> THE PROBLEM
Return a copy of each line in the listing that includes the word "takes".

> DATA SHOWN
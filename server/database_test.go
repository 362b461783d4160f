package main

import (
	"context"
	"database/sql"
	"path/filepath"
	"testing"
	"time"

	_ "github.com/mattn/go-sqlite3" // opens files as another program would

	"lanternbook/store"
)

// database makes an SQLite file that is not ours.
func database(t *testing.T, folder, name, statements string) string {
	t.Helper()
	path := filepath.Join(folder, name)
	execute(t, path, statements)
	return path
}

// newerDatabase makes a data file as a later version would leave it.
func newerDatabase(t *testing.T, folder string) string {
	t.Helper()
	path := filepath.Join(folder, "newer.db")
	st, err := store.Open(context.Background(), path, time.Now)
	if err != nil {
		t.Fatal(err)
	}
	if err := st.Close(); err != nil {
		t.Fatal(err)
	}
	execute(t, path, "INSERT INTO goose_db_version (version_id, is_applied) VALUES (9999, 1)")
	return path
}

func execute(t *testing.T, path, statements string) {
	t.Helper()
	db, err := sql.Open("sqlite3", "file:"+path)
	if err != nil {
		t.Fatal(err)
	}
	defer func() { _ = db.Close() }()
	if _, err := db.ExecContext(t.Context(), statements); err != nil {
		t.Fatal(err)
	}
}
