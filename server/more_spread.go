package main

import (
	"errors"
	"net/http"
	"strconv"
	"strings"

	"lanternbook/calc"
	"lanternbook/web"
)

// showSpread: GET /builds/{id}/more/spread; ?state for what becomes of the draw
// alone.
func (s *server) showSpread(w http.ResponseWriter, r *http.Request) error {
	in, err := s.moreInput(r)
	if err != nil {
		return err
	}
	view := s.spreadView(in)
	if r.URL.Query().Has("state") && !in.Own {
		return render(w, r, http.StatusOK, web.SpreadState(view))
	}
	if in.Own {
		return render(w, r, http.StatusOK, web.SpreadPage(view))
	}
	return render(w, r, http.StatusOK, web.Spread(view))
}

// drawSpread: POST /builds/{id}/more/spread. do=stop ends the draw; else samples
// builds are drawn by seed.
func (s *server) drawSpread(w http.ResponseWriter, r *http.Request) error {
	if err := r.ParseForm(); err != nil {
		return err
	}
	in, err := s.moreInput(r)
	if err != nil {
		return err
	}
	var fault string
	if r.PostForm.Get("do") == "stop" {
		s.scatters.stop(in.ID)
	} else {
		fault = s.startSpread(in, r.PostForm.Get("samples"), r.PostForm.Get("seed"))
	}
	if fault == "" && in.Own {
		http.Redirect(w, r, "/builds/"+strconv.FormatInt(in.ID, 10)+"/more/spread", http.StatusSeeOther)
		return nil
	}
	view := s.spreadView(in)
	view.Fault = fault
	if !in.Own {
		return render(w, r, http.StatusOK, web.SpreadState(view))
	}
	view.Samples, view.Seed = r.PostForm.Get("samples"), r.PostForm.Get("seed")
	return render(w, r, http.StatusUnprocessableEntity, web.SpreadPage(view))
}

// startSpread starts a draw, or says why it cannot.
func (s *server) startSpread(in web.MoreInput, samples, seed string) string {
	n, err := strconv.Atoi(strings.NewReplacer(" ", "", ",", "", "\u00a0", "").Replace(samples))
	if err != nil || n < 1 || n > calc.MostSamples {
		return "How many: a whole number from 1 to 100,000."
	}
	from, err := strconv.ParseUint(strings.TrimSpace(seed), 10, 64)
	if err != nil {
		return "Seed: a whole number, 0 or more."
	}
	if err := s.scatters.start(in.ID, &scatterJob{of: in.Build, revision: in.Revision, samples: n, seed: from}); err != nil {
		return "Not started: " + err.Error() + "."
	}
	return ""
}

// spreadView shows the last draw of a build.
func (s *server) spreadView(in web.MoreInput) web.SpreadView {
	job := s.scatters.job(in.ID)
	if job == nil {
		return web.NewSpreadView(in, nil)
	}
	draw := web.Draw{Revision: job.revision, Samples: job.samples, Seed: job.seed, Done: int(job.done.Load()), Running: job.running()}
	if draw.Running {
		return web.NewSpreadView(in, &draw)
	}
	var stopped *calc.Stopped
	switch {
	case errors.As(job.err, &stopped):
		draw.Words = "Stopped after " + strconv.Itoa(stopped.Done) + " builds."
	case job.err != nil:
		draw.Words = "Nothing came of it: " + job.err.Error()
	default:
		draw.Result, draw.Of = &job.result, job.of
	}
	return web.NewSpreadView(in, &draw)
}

* * *

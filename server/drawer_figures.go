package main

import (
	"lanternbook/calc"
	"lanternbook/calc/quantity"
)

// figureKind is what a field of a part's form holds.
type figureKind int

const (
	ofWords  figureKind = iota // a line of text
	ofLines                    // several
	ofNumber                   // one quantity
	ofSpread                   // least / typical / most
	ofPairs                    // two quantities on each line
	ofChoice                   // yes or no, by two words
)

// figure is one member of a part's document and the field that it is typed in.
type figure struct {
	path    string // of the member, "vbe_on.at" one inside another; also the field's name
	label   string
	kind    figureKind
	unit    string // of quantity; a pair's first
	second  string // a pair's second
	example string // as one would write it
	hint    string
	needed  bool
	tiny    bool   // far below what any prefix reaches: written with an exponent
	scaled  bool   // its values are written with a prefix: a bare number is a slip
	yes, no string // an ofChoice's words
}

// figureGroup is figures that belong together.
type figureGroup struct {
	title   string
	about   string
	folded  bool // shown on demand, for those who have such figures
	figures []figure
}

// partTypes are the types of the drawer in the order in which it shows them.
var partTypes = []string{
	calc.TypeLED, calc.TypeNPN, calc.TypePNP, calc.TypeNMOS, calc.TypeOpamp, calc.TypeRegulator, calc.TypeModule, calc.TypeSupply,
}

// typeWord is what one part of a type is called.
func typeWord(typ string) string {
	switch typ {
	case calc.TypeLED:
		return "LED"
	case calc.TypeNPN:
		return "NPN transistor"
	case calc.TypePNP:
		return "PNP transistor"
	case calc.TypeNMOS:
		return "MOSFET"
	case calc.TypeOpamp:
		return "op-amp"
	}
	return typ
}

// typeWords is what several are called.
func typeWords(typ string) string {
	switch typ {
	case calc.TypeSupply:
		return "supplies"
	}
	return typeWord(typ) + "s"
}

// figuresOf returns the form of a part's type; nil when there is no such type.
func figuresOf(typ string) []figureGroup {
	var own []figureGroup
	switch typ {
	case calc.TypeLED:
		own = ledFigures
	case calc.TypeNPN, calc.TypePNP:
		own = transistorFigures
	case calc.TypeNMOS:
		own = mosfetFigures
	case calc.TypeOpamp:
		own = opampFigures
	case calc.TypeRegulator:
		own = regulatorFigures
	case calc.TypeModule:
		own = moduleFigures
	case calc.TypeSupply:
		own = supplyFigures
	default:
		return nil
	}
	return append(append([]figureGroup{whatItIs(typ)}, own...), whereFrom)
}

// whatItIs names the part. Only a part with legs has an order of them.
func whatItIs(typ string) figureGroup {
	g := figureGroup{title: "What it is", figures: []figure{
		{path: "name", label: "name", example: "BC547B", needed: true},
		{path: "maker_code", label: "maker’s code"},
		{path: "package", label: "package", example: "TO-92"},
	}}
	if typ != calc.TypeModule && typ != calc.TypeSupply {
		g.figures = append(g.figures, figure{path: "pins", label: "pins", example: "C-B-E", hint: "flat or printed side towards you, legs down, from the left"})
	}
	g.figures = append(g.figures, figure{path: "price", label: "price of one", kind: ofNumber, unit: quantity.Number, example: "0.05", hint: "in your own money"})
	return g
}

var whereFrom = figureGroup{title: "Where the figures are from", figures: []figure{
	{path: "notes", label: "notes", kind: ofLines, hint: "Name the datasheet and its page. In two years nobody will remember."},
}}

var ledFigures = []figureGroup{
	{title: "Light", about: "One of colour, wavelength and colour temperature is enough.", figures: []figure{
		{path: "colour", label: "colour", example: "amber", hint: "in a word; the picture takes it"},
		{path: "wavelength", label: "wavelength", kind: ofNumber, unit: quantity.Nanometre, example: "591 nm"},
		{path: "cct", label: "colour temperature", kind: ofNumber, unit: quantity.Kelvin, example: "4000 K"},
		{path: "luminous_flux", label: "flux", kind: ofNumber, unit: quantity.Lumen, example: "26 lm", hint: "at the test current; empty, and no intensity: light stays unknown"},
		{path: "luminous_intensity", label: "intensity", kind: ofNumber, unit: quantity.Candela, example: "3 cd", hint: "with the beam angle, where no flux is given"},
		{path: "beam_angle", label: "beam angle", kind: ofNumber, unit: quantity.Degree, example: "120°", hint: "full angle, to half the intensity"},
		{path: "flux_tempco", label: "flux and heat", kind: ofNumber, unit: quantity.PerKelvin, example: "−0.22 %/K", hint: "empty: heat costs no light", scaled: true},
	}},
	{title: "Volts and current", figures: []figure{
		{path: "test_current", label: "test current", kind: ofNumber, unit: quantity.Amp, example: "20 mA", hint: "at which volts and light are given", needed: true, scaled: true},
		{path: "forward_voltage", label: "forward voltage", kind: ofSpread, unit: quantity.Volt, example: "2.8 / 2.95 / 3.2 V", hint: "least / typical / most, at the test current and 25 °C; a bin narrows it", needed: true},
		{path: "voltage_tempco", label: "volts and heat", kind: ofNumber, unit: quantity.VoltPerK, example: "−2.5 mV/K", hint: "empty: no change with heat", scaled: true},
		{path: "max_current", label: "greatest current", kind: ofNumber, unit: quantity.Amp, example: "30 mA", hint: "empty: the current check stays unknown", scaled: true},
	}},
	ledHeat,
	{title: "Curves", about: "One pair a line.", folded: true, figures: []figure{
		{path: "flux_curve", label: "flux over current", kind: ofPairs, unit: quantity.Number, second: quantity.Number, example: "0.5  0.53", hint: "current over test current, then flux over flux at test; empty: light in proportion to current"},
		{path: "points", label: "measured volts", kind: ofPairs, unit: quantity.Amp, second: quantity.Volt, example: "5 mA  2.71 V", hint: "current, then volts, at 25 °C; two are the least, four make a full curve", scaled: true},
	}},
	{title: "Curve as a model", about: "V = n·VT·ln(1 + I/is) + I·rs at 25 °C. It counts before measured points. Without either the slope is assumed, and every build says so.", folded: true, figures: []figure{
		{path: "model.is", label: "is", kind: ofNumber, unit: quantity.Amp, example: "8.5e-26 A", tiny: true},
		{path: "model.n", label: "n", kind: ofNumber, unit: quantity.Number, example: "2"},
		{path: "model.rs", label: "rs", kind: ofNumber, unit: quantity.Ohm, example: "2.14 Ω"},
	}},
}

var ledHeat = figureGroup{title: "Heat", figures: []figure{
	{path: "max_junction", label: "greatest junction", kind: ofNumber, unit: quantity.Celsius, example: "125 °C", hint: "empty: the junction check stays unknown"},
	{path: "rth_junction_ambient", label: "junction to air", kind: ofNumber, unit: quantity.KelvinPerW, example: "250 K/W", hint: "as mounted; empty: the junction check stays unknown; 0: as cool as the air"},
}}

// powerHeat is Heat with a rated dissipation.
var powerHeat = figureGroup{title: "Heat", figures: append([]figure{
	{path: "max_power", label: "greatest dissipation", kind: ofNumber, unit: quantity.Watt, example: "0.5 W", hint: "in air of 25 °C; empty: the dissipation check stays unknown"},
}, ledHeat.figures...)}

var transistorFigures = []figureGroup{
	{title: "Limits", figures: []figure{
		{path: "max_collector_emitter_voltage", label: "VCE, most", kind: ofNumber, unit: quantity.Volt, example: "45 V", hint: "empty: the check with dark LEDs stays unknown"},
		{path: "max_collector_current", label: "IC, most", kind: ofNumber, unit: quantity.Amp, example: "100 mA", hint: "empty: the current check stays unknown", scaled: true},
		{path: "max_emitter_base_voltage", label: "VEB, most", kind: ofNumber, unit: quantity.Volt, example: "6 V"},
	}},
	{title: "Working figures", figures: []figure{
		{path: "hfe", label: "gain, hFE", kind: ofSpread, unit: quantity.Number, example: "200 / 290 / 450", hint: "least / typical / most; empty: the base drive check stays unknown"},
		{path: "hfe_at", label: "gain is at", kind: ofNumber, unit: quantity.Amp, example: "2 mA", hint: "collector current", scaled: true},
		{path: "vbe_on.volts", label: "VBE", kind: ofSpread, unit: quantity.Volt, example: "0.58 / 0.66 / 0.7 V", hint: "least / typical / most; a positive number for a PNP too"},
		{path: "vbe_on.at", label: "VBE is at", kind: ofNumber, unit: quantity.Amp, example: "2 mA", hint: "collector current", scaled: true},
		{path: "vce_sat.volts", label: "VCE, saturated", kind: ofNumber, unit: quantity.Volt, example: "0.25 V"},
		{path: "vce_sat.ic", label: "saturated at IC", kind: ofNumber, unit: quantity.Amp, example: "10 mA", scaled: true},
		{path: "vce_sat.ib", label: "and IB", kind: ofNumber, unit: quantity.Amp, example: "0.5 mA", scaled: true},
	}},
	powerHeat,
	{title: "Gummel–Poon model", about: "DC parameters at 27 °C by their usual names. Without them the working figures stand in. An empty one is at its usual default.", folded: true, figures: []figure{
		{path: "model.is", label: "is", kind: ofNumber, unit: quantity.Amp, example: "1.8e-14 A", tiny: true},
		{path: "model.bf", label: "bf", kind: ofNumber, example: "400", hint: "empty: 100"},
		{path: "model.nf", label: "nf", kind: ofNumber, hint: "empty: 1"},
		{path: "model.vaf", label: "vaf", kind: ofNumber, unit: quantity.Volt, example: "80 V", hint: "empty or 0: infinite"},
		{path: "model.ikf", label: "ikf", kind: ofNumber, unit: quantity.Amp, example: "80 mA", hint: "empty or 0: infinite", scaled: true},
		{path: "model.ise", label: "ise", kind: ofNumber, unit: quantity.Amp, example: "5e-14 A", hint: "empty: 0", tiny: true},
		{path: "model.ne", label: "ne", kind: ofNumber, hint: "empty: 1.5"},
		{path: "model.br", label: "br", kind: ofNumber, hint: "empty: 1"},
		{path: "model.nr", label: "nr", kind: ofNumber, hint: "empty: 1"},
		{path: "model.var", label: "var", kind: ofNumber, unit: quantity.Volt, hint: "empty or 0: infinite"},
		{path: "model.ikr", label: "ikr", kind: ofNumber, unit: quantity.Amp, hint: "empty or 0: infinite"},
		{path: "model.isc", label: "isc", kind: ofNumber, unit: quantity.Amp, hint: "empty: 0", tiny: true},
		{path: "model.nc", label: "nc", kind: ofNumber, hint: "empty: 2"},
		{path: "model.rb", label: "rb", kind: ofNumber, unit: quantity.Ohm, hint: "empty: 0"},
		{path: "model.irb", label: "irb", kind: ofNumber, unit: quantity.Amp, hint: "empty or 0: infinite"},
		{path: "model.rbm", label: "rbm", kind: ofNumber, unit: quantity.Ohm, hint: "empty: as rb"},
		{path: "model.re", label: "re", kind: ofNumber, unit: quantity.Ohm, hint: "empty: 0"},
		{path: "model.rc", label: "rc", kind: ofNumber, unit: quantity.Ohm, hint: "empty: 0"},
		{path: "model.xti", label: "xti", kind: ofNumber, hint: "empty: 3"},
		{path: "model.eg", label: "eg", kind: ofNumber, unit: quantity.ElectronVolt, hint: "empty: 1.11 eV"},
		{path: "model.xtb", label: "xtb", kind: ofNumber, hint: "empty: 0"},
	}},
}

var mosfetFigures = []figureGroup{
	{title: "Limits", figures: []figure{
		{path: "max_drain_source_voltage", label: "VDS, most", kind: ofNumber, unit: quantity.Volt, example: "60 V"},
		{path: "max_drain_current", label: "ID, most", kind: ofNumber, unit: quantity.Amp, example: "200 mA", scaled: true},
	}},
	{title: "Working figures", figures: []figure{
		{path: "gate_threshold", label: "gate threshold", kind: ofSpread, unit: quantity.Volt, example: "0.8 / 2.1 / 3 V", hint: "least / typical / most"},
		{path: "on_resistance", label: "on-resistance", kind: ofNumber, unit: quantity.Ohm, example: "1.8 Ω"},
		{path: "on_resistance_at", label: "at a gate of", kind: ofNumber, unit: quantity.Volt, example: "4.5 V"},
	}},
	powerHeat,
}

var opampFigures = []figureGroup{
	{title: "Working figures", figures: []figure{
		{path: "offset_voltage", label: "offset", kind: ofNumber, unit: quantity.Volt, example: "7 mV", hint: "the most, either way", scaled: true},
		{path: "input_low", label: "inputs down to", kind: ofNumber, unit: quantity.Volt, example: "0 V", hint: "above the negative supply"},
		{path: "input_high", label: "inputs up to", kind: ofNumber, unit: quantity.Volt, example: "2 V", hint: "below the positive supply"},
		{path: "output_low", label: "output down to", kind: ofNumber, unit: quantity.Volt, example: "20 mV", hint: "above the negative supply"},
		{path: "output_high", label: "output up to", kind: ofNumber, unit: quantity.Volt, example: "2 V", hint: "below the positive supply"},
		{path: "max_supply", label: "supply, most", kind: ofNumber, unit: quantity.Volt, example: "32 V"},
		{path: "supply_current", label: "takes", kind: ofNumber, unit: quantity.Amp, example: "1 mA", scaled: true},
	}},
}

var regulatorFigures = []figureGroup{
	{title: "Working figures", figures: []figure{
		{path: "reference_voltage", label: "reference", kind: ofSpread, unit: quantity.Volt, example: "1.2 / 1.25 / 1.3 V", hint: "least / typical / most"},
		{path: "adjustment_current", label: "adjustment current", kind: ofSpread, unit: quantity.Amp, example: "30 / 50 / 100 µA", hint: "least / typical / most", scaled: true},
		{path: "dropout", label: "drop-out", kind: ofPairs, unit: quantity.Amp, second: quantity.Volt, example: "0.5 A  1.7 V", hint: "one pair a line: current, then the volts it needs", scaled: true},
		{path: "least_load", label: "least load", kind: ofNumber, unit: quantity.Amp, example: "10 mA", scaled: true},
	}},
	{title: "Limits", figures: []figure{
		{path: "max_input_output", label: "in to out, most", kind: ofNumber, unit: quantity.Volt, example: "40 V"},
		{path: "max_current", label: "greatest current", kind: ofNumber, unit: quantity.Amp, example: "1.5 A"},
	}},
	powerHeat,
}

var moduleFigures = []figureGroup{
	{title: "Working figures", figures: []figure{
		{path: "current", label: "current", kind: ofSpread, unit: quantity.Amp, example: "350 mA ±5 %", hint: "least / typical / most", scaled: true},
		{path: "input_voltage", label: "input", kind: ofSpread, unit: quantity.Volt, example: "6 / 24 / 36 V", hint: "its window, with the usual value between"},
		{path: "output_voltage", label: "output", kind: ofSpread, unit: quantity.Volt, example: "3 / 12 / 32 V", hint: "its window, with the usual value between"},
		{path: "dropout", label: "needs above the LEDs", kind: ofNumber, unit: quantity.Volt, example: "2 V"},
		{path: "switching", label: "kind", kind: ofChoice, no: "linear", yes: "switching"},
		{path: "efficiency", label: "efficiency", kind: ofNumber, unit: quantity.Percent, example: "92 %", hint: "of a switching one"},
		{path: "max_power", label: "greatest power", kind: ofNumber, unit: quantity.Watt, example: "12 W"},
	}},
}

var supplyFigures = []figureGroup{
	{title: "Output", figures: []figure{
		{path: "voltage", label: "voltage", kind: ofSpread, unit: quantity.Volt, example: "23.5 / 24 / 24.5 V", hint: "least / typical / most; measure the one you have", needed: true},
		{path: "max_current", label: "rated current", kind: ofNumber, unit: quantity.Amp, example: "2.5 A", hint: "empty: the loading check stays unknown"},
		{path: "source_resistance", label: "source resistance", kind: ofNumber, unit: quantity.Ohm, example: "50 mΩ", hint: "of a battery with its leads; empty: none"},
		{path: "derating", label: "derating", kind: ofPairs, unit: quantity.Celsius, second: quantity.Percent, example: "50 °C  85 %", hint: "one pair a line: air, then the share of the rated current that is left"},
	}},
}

> WORKED SOLUTION
		{path: "colour", label: "colour", example: "amber", hint: "in a word; the picture takes it"},
		{path: "supply_current", label: "takes", kind: ofNumber, unit: quantity.Amp, example: "1 mA", scaled: true},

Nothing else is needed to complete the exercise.